**WORK REQUIRED**. State how many lines in the records hold the word "flags", giving the number and no other text.

Segment Start: DATASET RECORDS

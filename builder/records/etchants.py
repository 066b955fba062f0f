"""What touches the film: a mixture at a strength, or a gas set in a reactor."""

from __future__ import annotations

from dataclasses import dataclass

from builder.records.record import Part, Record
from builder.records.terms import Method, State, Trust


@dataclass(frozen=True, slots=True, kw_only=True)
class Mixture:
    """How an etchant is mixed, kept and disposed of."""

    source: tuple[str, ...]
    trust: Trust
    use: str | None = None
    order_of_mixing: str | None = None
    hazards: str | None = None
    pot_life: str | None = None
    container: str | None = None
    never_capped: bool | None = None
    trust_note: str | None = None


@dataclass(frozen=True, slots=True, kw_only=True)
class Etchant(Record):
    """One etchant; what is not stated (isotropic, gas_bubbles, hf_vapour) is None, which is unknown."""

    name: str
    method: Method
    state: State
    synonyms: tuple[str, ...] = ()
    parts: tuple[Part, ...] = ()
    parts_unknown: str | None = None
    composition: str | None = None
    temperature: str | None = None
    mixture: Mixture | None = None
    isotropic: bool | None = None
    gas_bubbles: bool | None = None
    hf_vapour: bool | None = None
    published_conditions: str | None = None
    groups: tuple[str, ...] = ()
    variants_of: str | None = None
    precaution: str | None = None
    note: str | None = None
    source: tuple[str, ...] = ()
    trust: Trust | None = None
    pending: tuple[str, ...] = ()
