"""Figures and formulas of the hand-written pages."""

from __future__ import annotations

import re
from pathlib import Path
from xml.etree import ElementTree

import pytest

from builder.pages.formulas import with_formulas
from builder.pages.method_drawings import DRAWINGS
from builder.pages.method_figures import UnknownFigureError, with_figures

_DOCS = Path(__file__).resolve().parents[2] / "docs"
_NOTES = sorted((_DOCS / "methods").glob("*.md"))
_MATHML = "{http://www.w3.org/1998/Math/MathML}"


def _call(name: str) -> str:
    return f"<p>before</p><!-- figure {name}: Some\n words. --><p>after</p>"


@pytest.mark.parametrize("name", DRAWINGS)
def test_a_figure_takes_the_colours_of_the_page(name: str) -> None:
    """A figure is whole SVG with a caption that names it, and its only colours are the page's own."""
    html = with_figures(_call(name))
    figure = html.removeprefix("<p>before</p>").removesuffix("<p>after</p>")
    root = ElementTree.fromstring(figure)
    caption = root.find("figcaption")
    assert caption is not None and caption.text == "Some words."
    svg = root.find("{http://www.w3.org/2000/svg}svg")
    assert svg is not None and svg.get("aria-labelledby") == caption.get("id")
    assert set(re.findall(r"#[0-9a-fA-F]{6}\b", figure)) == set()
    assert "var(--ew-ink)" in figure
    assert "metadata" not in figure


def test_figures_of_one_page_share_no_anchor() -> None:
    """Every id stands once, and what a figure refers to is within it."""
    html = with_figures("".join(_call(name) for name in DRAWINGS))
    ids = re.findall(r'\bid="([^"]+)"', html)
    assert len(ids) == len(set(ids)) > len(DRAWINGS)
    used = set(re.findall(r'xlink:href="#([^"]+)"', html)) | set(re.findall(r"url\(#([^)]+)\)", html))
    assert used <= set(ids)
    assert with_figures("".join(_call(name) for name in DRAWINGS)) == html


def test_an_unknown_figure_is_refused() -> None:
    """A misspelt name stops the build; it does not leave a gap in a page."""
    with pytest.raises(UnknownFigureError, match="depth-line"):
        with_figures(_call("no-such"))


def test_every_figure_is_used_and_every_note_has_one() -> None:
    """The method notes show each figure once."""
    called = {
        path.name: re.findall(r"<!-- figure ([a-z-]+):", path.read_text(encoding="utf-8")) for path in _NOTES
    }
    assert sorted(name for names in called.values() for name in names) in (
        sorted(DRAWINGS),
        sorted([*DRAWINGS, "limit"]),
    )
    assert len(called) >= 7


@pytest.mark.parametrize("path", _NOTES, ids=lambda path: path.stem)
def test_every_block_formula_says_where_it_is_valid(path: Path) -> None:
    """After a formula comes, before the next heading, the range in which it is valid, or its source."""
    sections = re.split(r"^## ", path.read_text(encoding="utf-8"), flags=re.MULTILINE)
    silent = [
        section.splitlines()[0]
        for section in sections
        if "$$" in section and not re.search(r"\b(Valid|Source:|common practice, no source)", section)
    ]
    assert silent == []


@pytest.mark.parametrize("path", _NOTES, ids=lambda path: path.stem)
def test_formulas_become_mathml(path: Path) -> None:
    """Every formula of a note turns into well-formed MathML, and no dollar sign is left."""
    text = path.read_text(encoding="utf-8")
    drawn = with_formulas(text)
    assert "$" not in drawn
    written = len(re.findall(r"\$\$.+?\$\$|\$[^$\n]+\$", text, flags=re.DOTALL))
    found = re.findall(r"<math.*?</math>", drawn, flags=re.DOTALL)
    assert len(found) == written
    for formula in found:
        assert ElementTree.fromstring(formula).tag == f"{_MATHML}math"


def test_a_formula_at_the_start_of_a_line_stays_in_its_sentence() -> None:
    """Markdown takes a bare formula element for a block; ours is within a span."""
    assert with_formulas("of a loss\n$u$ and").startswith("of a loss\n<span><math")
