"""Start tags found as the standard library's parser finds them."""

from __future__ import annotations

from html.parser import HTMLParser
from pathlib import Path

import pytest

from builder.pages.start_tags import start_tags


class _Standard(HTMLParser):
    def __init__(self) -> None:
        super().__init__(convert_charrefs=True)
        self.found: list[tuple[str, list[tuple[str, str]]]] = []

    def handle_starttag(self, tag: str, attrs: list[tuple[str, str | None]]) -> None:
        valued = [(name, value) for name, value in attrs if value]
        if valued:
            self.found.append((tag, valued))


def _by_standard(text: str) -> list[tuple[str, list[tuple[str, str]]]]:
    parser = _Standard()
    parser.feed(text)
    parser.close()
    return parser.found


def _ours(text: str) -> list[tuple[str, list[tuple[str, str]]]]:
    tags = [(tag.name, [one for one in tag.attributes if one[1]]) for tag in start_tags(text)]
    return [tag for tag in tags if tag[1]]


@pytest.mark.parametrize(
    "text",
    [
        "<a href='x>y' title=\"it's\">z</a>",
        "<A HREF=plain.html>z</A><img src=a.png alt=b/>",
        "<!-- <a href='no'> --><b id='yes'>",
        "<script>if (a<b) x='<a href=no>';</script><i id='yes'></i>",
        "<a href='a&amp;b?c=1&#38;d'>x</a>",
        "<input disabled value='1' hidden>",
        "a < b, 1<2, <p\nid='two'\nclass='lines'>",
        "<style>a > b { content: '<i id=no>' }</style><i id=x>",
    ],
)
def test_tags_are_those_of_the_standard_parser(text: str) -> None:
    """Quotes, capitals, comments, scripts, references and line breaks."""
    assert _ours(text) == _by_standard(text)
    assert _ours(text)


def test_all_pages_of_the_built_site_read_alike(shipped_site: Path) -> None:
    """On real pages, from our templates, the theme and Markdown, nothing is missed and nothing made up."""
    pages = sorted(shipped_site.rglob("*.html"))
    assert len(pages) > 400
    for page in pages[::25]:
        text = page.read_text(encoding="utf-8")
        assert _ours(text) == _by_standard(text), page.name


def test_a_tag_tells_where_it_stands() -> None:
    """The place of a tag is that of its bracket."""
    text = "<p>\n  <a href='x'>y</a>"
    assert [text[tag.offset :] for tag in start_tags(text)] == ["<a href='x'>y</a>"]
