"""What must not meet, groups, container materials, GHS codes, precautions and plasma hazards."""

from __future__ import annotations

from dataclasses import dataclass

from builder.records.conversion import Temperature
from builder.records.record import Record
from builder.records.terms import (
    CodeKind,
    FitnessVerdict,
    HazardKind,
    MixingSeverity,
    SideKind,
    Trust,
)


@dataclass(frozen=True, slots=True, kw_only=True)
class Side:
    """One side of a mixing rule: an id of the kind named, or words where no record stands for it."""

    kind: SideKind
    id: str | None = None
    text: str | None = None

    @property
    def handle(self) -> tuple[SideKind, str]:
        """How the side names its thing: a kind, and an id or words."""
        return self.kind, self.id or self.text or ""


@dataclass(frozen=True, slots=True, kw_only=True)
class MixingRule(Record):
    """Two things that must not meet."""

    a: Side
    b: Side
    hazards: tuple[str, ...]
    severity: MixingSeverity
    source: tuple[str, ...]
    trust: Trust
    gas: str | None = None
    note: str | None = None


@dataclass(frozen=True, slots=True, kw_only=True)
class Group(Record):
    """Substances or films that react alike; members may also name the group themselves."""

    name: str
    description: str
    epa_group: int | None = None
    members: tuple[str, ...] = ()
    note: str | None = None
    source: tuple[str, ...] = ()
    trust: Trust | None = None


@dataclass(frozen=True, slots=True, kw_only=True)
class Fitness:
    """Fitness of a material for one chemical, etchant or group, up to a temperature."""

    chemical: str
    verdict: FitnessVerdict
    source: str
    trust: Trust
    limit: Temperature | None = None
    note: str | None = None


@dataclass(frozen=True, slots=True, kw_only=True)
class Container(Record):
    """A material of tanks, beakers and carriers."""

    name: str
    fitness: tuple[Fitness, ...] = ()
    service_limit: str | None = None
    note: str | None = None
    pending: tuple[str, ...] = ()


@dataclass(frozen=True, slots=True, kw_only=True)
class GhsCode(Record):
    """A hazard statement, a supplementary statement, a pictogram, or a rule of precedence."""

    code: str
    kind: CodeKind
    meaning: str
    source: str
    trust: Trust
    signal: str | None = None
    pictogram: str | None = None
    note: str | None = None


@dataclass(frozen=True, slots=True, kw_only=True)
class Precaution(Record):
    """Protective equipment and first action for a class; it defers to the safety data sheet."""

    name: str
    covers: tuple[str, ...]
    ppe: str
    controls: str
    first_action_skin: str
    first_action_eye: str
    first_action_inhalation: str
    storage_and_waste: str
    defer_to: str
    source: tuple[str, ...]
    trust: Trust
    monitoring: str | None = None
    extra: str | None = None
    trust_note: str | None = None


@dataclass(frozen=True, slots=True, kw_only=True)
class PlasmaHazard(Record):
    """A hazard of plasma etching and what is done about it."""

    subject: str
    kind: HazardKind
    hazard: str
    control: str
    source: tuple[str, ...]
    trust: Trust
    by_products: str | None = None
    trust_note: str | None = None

Segment End: DATASET RECORDS
Segment Start: DATASET RECORDS

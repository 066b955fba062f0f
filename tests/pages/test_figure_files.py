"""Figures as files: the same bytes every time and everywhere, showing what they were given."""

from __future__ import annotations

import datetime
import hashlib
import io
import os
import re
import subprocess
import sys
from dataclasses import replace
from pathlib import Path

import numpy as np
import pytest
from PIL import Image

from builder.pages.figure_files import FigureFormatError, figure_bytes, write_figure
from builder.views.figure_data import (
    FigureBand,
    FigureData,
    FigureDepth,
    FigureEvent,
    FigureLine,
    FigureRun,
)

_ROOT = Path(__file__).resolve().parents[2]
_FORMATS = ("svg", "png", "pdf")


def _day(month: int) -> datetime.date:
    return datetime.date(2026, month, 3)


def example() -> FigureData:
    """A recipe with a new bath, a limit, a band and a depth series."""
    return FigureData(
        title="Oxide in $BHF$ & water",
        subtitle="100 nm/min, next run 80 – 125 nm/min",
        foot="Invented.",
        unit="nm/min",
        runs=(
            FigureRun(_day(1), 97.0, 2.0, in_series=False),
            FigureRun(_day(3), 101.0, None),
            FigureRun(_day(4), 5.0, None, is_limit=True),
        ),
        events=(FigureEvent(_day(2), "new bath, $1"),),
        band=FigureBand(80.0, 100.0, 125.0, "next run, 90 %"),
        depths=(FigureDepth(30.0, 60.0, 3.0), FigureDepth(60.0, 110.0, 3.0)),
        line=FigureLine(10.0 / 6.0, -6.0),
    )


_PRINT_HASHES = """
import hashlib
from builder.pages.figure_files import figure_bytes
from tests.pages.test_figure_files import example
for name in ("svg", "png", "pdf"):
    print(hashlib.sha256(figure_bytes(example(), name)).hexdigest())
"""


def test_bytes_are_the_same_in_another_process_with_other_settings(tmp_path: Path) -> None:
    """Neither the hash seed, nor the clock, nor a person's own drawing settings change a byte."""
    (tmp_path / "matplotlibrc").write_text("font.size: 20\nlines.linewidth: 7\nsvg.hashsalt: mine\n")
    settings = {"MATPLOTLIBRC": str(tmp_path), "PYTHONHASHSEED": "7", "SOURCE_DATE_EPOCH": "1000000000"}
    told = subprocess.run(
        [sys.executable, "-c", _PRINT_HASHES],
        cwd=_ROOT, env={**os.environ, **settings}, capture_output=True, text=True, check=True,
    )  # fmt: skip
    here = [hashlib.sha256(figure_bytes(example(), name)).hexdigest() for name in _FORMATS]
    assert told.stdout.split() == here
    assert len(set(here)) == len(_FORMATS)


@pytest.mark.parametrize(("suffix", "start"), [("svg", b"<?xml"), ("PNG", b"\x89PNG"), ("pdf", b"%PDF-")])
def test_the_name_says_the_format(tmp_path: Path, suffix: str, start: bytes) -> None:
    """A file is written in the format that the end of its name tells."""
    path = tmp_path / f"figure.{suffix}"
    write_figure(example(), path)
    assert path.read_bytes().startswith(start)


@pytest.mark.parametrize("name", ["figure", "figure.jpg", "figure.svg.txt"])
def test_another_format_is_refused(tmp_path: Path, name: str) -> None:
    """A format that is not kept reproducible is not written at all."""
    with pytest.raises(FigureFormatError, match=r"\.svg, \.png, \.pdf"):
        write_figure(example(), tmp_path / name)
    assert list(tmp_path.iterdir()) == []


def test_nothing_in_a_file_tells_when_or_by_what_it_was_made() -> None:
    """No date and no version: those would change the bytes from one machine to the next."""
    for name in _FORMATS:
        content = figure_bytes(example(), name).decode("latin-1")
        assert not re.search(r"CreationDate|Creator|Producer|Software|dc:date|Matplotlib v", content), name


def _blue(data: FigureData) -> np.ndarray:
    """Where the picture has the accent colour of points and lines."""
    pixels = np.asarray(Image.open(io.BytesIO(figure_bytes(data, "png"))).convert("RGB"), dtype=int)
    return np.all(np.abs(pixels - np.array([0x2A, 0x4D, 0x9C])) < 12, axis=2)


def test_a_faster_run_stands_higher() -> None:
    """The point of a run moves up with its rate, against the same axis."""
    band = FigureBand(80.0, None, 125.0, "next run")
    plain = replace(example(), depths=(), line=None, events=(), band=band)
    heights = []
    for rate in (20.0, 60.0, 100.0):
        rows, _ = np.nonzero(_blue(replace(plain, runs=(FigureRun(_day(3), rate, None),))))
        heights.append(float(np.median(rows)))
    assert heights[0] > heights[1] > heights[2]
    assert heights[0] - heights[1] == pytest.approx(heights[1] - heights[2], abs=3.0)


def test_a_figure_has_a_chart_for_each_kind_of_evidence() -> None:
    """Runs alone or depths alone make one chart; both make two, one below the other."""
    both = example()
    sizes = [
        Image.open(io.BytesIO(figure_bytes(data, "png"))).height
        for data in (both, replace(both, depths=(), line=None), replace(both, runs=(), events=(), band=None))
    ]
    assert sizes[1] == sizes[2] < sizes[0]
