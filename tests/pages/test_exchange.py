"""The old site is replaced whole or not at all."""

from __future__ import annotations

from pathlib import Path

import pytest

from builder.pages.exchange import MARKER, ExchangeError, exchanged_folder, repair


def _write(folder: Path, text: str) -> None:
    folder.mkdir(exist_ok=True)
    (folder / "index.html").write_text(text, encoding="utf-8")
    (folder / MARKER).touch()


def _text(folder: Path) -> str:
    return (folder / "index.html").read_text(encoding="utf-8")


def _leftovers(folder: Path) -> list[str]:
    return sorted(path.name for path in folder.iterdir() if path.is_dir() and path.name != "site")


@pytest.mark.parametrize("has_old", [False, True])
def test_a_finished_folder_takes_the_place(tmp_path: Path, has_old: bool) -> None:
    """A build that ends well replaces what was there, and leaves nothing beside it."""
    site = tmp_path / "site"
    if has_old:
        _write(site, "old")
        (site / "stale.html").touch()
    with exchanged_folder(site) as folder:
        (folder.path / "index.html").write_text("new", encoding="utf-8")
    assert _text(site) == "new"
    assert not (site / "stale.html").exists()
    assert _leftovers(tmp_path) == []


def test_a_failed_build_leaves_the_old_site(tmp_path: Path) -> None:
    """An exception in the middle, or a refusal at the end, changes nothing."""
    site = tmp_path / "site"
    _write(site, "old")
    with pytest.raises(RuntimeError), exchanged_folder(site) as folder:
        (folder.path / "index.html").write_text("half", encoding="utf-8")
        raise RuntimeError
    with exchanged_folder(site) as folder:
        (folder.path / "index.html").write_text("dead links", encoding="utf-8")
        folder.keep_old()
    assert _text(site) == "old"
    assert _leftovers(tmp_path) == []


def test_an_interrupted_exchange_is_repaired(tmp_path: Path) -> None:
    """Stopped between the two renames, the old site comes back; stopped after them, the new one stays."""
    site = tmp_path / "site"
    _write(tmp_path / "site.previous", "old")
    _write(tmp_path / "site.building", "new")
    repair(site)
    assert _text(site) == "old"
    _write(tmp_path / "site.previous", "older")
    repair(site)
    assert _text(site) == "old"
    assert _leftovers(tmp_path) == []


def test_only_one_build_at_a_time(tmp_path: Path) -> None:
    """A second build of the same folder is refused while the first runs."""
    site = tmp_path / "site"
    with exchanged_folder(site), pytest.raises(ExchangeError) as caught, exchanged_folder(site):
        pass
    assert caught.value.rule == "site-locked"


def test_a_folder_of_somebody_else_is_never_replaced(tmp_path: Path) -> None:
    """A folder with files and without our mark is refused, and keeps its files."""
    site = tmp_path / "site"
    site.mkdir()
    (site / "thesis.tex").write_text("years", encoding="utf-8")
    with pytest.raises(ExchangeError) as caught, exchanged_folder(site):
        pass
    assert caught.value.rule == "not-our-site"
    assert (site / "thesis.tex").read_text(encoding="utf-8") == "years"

Segment End: DATASET RECORDS

**SOLUTION BELOW**. 3